▶ Data for this task:
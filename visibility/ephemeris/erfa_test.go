package ephemeris

import (
	"math"
	"testing"

	"pgregory.net/rapid"
)

// matError is the largest difference of two matrices' elements.
func matError(a, b Mat) float64 {
	w := 0.0
	for i := range a {
		for j := range a[i] {
			w = math.Max(w, math.Abs(a[i][j]-b[i][j]))
		}
	}
	return w
}

// Rotation, precession and nutation against the IAU's algorithms, 2015-2045
// and six epochs from 1972 to 2060 (testdata/erfa.csv, from ERFA).
func TestOrientationAgreesWithERFA(t *testing.T) {
	tab := readTable(t, "testdata/erfa.csv")
	var dpsiB, depsB, dpsiA, depsA, eps, ecl, npb, c2i, s, eo, era, gmst, gast worst
	for i := range tab.rows {
		days := tab.num(i, "tt_days")
		c := days / 36525
		p, e := Nutation(c)
		dpsiB.add(p/arcsec - tab.num(i, "dpsi_b_arcsec"))
		depsB.add(e/arcsec - tab.num(i, "deps_b_arcsec"))
		dpsiA.add(p/arcsec - tab.num(i, "dpsi_a_arcsec"))
		depsA.add(e/arcsec - tab.num(i, "deps_a_arcsec"))
		eps.add(MeanObliquity(c)/arcsec - tab.num(i, "obliquity_arcsec"))
		ecl.add(matError(MeanEcliptic(c), tab.mat(i, "ecl")) / arcsec)
		m := TrueEquator(c)
		npb.add(matError(m, tab.mat(i, "npb")) / arcsec)
		c2i.add(matError(CelestialToIntermediate(c), tab.mat(i, "c2i")) / arcsec)
		// The locator at ERFA's own pole, so that nutation stays out of it.
		s.add(locator(c, tab.mat(i, "npb")[2])/arcsec - tab.num(i, "s_arcsec"))
		eo.add(EquationOfOrigins(c)/arcsec - tab.num(i, "eo_arcsec"))
		a := EarthRotationAngle(DayFraction{Day: 51544, Fraction: 0.5}.Add(days))
		era.add(angleError(a, tab.num(i, "era_deg")*degree) / arcsec)
		gmst.add(angleError(GMST(a, c), tab.num(i, "gmst_deg")*degree) / arcsec)
		gast.add(angleError(GAST(a, c), tab.num(i, "gast_deg")*degree) / arcsec)
	}
	// The same series: differences are those of rounding.
	dpsiB.check(t, "dpsi 2000B, arcsec", 1e-8)
	depsB.check(t, "deps 2000B, arcsec", 1e-8)
	eps.check(t, "obliquity, arcsec", 1e-8)
	ecl.check(t, "mean ecliptic, arcsec", 1e-8)
	era.check(t, "ERA, arcsec", 1e-6)
	gmst.check(t, "GMST, arcsec", 1e-6)
	s.check(t, "locator s, arcsec", 1e-5)
	// 2000B against 2000A.
	dpsiA.check(t, "dpsi against 2000A, arcsec", 0.003)
	depsA.check(t, "deps against 2000A, arcsec", 0.0015)
	npb.check(t, "true equator, arcsec", 0.003)
	c2i.check(t, "to intermediate, arcsec", 0.0015)
	eo.check(t, "equation of origins, arcsec", 0.003)
	gast.check(t, "GAST, arcsec", 0.003)
}

// Sun, Moon and the Earth's velocity against ERFA's epv00 and moon98.
func TestBodiesAgreeWithERFA(t *testing.T) {
	tab := readTable(t, "testdata/erfa.csv")
	var sun, sunAU, vel, moon, moonKm worst
	for i := range tab.rows {
		c := tab.num(i, "tt_days") / 36525
		p, q := SunGeocentric(c), tab.vec(i, "sun_x_au", "sun_y_au", "sun_z_au")
		sun.add(apart(p, q) / arcsec)
		sunAU.add(p.Norm() - q.Norm())
		vel.add(EarthVelocity(c).Sub(tab.vec(i, "vel_x_c", "vel_y_c", "vel_z_c")).Norm() / arcsec)
		p, q = MoonGeocentric(c), tab.vec(i, "moon_x_km", "moon_y_km", "moon_z_km")
		moon.add(apart(p, q) / arcsec)
		moonKm.add(p.Norm() - q.Norm())
	}
	sun.check(t, "Sun, arcsec", 0.15)
	sunAU.check(t, "Sun, au", 1e-6)
	vel.check(t, "aberration, arcsec", 1e-4)
	moon.check(t, "Moon, arcsec", 1e-4)
	moonKm.check(t, "Moon, km", 1e-3)
}

// The same against the JPL ephemeris DE405 (testdata/de405.csv), which is
// where the errors in the functions' comments come from.
func TestBodiesAgreeWithDE405(t *testing.T) {
	tab := readTable(t, "testdata/de405.csv")
	var sun, sunAU, vel, moon, moonKm, oldSun, oldVel, oldMoon worst
	for i := range tab.rows {
		c := tab.num(i, "tdb_days") / 36525
		p, q := SunGeocentric(c), tab.vec(i, "sun_x_au", "sun_y_au", "sun_z_au")
		v := EarthVelocity(c).Sub(tab.vec(i, "vel_x_c", "vel_y_c", "vel_z_c")).Norm() / arcsec
		m, n := MoonGeocentric(c), tab.vec(i, "moon_x_km", "moon_y_km", "moon_z_km")
		if c < 0.15 || c > 0.45 { // 1972-2015 and 2045-2060
			oldSun.add(apart(p, q) / arcsec)
			oldVel.add(v)
			oldMoon.add(apart(m, n) / arcsec)
			continue
		}
		sun.add(apart(p, q) / arcsec)
		sunAU.add(p.Norm() - q.Norm())
		vel.add(v)
		moon.add(apart(m, n) / arcsec)
		moonKm.add(m.Norm() - n.Norm())
	}
	sun.check(t, "Sun, arcsec", 0.15)
	sunAU.check(t, "Sun, au", 1e-6)
	vel.check(t, "aberration, arcsec", 0.003)
	moon.check(t, "Moon, arcsec", 15)
	moonKm.check(t, "Moon, km", 15)
	oldSun.check(t, "Sun before and after, arcsec", 0.2)
	oldVel.check(t, "aberration before and after", 0.003)
	oldMoon.check(t, "Moon before and after", 18)
}

// Every matrix is a rotation.
func TestMatricesAreRotations(t *testing.T) {
	rapid.Check(t, func(r *rapid.T) {
		c := rapid.Float64Range(-0.5, 0.8).Draw(r, "t")
		for name, m := range map[string]Mat{
			"mean ecliptic": MeanEcliptic(c), "true ecliptic": TrueEcliptic(c), "mean equator": MeanEquator(c),
			"true equator": TrueEquator(c), "intermediate": CelestialToIntermediate(c),
		} {
			if e := matError(m.Mul(m.Transpose()), Mat{{1, 0, 0}, {0, 1, 0}, {0, 0, 1}}); e > 1e-15*4 {
				r.Errorf("%s: M M' is %g from one", name, e)
			}
			if det := m[0].Cross(m[1]).Dot(m[2]); math.Abs(det-1) > 1e-14 {
				r.Errorf("%s: determinant %g", name, det)
			}
		}
	})
}

// What the frames mean: the intermediate and the true equator share their
// pole and differ in right ascension by the equation of the origins; the mean
// and true ecliptic share their pole; GAST - GMST is dpsi cos(eps) to 3 mas
// (the complementary terms; IERS Conventions 2010, section 5.5.7).
func TestFramesHangTogether(t *testing.T) {
	rapid.Check(t, func(r *rapid.T) {
		c := rapid.Float64Range(-0.28, 0.6).Draw(r, "t")
		q, m := CelestialToIntermediate(c), TrueEquator(c)
		if e := matError(q, turnZ(-EquationOfOrigins(c)).Mul(m)); e > 1e-14 {
			r.Errorf("the equation of the origins leaves %g", e)
		}
		if d := apart(MeanEcliptic(c)[2], TrueEcliptic(c)[2]); d > 1e-15 {
			r.Errorf("ecliptic poles %g apart", d)
		}
		dpsi, deps := Nutation(c)
		if d := angleError(GAST(1, c)-GMST(1, c), dpsi*math.Cos(MeanObliquity(c)+deps)) / arcsec; math.Abs(d) > 0.003 {
			r.Errorf("equation of the equinoxes off by %g\"", d)
		}
		// The true equator is inclined to the ecliptic by the true obliquity.
		if d := apart(m[2], TrueEcliptic(c)[2]) - MeanObliquity(c) - deps; math.Abs(d) > 1e-14 {
			r.Errorf("obliquity off by %g", d)
		}
	})
}

// The Earth's velocity is the rate of change of its place: against central
// differences of SunGeocentric, less the Sun's own 16 m/s at most (common
// practice: the Sun moves about the barycentre by some 13 m/s for Jupiter).
func TestVelocityIsTheRateOfPlace(t *testing.T) {
	const h = 0.01 / 36525 // 0.01 d
	rapid.Check(t, func(r *rapid.T) {
		c := rapid.Float64Range(-0.28, 0.6).Draw(r, "t")
		helio := SunGeocentric(c - h).Sub(SunGeocentric(c + h)).Scale(1 / (200 * h * lightAuYear))
		sun := EarthVelocity(c).Sub(helio).Norm() * 299792458
		if sun < 5 || sun > 17 {
			r.Errorf("the Sun moves at %g m/s", sun)
		}
		if v := EarthVelocity(c).Norm() / arcsec; v < 20.1 || v > 20.9 {
			r.Errorf("aberration %g\", want 20.5 within 1.7 %%", v)
		}
	})
}

// The Moon and the Sun move without a break, also where arguments wrap.
func TestBodiesMoveSmoothly(t *testing.T) {
	const minute = 1.0 / 1440 / 36525
	rapid.Check(t, func(r *rapid.T) {
		c := rapid.Float64Range(-0.28, 0.6).Draw(r, "t")
		// Moon: 11.8 to 15.4 deg a day (common practice), 30 to 38" a minute.
		if d := apart(MoonGeocentric(c), MoonGeocentric(c+minute)) / arcsec; d < 28 || d > 40 {
			r.Errorf("the Moon moved by %g\" in a minute", d)
		}
		if d := apart(SunGeocentric(c), SunGeocentric(c+minute)) / arcsec; d < 2.3 || d > 2.65 {
			r.Errorf("the Sun moved by %g\" in a minute", d)
		}
	})
}
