package draw

import "fmt"

// Tile is a field of a pattern: a circle, or a rectangle with north up where
// it has a width.
type Tile struct {
	RA, Dec       float64 // ICRS, rad
	Radius        float64 // rad
	Width, Height float64 // rad
	Kind          int     // index of its kind
}

// Tiles draws a pattern of fields on an equal-area map of the whole sky, a
// colour for each kind.
func Tiles(name, title string, kinds []string, tiles []Tile, about string) *Canvas {
	c := New(name, title, 1000, 580)
	f := skyFrame{505, 282, 232}
	c.Text(505, 28, Clip(title, 70), Type{Size: 17, Anchor: Middle, Bold: true})
	c.skyGround(f)
	var keys []Key
	for k, kind := range kinds {
		n := 0
		for i := range tiles {
			if t := &tiles[i]; t.Kind == k {
				c.tile(f, t)
				n++
			}
		}
		keys = append(keys, Key{Style{Fill: Series(k), Opacity: 0.45}, fmt.Sprintf("%s (%d)", Clip(kind, 28), n), false})
	}
	c.skyLines(f)
	keys = append(keys, Key{Style{Stroke: Text, Width: 1.3, Dash: "7 4"}, "ecliptic", true}, Key{Style{Stroke: Text, Width: 1.5, Dash: "0.1 4"}, "galactic plane", true})
	y := c.legend(60, 546, 900, keys)
	c.Text(60, y+12, about+". Equal-area map, ICRS; right ascension grows to the left.", Type{Size: 11, Ink: Soft})
	c.Grow(y + 26)
	c.Alt = fmt.Sprintf("Map of the whole sky: %s, of %d kinds.", about, len(kinds))
	return c
}

func (c *Canvas) tile(f skyFrame, t *Tile) {
	style := Style{Fill: Series(t.Kind), Stroke: Series(t.Kind), Width: 0.4, Opacity: 0.45}
	px := max(t.Radius, t.Width/2, t.Height/2) * f.scale * 1.414
	if px > 2.5 { // large enough to be told apart
		style = Style{Fill: Series(t.Kind), Stroke: Paper, Width: 0.7, Opacity: 0.6}
	}
	var rings [][]spot
	if t.Width > 0 {
		rings = boxOutlines(t.RA, t.Dec, t.Width, t.Height, min(max(2, int(px/4)), 24))
	} else {
		rings = capOutlines(t.RA, t.Dec, max(t.Radius, 0.7/(f.scale*1.414)), min(max(8, int(2.6*px)), 48))
	}
	for _, ring := range rings {
		c.Polygon(f.points(ring), style)
	}
}
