package draw

import (
	"bytes"
	"encoding/xml"
	"fmt"
	"math"
	"strconv"
	"strings"
)

// Inline writes the picture as SVG to stand in a page that has StyleSheet.
func (c *Canvas) Inline() []byte {
	var b bytes.Buffer
	c.open(&b, "")
	c.body(&b)
	b.WriteString("</svg>\n")
	return b.Bytes()
}

// SVG writes the picture as a file of its own. Programs that know no style
// sheets show it in the colours of light paper.
func (c *Canvas) SVG() []byte {
	var b bytes.Buffer
	c.open(&b, ` xmlns="http://www.w3.org/2000/svg"`)
	fmt.Fprintf(&b, "<style>%s</style>\n", StyleSheet())
	fmt.Fprintf(&b, `<rect class="f-paper" fill="#fff" width="%s" height="%s"/>`+"\n", coord(c.W), coord(c.H))
	c.body(&b)
	b.WriteString("</svg>\n")
	return b.Bytes()
}

func (c *Canvas) open(b *bytes.Buffer, attributes string) {
	fmt.Fprintf(b, `<svg%s class="picture" viewBox="0 0 %s %s" width="%s" height="%s" role="img" aria-labelledby="%s-t %s-d" font-family="system-ui,'Liberation Sans',Arial,sans-serif">`+"\n",
		attributes, coord(c.W), coord(c.H), coord(c.W), coord(c.H), c.Name, c.Name)
	fmt.Fprintf(b, `<title id="%s-t">%s</title><desc id="%s-d">%s</desc>`+"\n", c.Name, Escape(c.Title), c.Name, Escape(c.Alt))
}

// Escape makes a text fit to stand in XML.
func Escape(text string) string {
	var t strings.Builder
	_ = xml.EscapeText(&t, []byte(text)) // a Builder takes everything
	return t.String()
}

// body writes the shapes; neighbours that look alike share a group, and
// polygons and lines in it one path.
func (c *Canvas) body(b *bytes.Buffer) {
	for i := 0; i < len(c.shapes); {
		s := &c.shapes[i]
		if s.kind == words {
			i = c.texts(b, i)
			continue
		}
		j := i
		for j < len(c.shapes) && c.shapes[j].kind != words && c.shapes[j].style == s.style {
			j++
		}
		c.group(b, c.shapes[i:j])
		i = j
	}
}

func (c *Canvas) group(b *bytes.Buffer, shapes []shape) {
	b.WriteString("<g" + styleOf(shapes[0].style) + ">")
	open := false
	end := func() {
		if open {
			b.WriteString(`"/>`)
			open = false
		}
	}
	for i := range shapes {
		s := &shapes[i]
		if s.kind == circle {
			end()
			fmt.Fprintf(b, `<circle cx="%s" cy="%s" r="%s"`, coord(s.at[0].X), coord(s.at[0].Y), coord(s.r))
			closeWith(b, "circle", s.hint)
			continue
		}
		if s.hint != "" {
			end()
			b.WriteString(`<path d="`)
			outline(b, s)
			b.WriteString(`"`)
			closeWith(b, "path", s.hint)
			continue
		}
		if !open {
			b.WriteString(`<path d="`)
			open = true
		}
		outline(b, s)
	}
	end()
	b.WriteString("</g>\n")
}

func closeWith(b *bytes.Buffer, tag, hint string) {
	if hint == "" {
		b.WriteString("/>")
		return
	}
	fmt.Fprintf(b, "><title>%s</title></%s>", Escape(hint), tag)
}

// outline writes a path in tenths of a pixel, each step from the rounded
// place before it, so that roundings don't add up.
func outline(b *bytes.Buffer, s *shape) {
	var px, py int
	for k, p := range s.at {
		x, y := int(math.Round(p.X*10)), int(math.Round(p.Y*10))
		switch {
		case k == 0:
			b.WriteString("M" + tenths(x) + " " + tenths(y))
		case x == px && y == py:
			continue
		case y == py:
			b.WriteString("h" + tenths(x-px))
		case x == px:
			b.WriteString("v" + tenths(y-py))
		default:
			b.WriteString("l" + tenths(x-px))
			if y > py {
				b.WriteByte(' ')
			}
			b.WriteString(tenths(y - py))
		}
		px, py = x, y
	}
	if s.kind == polygon {
		b.WriteByte('z')
	}
}

func tenths(v int) string {
	sign := ""
	if v < 0 {
		sign, v = "-", -v
	}
	switch {
	case v%10 == 0:
		return sign + strconv.Itoa(v/10)
	case v < 10:
		return sign + "." + strconv.Itoa(v)
	}
	return sign + strconv.Itoa(v/10) + "." + strconv.Itoa(v%10)
}

func coord(x float64) string { return tenths(int(math.Round(x * 10))) }

// styleOf writes a style as classes, with the light colours as attributes for
// programs that know no classes.
func styleOf(s Style) string {
	var class []string
	var b strings.Builder
	if s.Fill != NoInk {
		class = append(class, "f-"+inks[s.Fill].name)
		fmt.Fprintf(&b, ` fill="%s"`, inks[s.Fill].light)
	} else {
		b.WriteString(` fill="none"`)
	}
	if s.Stroke != NoInk {
		class = append(class, "l-"+inks[s.Stroke].name)
		fmt.Fprintf(&b, ` stroke="%s" stroke-width="%s" stroke-linejoin="round" stroke-linecap="round"`, inks[s.Stroke].light, Number(s.Width, 2))
	}
	if s.Dash != "" {
		fmt.Fprintf(&b, ` stroke-dasharray="%s"`, Escape(s.Dash))
	}
	if s.Opacity > 0 && s.Opacity < 1 {
		fmt.Fprintf(&b, ` opacity="%s"`, Number(s.Opacity, 3))
	}
	if len(class) > 0 {
		fmt.Fprintf(&b, ` class="%s"`, strings.Join(class, " "))
	}
	return b.String()
}

func (c *Canvas) texts(b *bytes.Buffer, i int) int {
	t := c.shapes[i].typ
	fmt.Fprintf(b, `<g class="f-%s" fill="%s" font-size="%s"`, inks[t.Ink].name, inks[t.Ink].light, Number(t.Size, 1))
	if t.Bold {
		b.WriteString(` font-weight="600"`)
	}
	switch t.Anchor {
	case Middle:
		b.WriteString(` text-anchor="middle"`)
	case End:
		b.WriteString(` text-anchor="end"`)
	}
	b.WriteString(">")
	for ; i < len(c.shapes) && c.shapes[i].kind == words && c.shapes[i].typ == t; i++ {
		s := &c.shapes[i]
		fmt.Fprintf(b, `<text x="%s" y="%s">%s</text>`, coord(s.at[0].X), coord(s.at[0].Y), Escape(s.text))
	}
	b.WriteString("</g>\n")
	return i
}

▶ About this exercise: From the records above, pick out and copy each line holding the word "Builder".

▶ Task output:
	var t strings.Builder
	_ = xml.EscapeText(&t, []byte(text)) // a Builder takes everything
	var b strings.Builder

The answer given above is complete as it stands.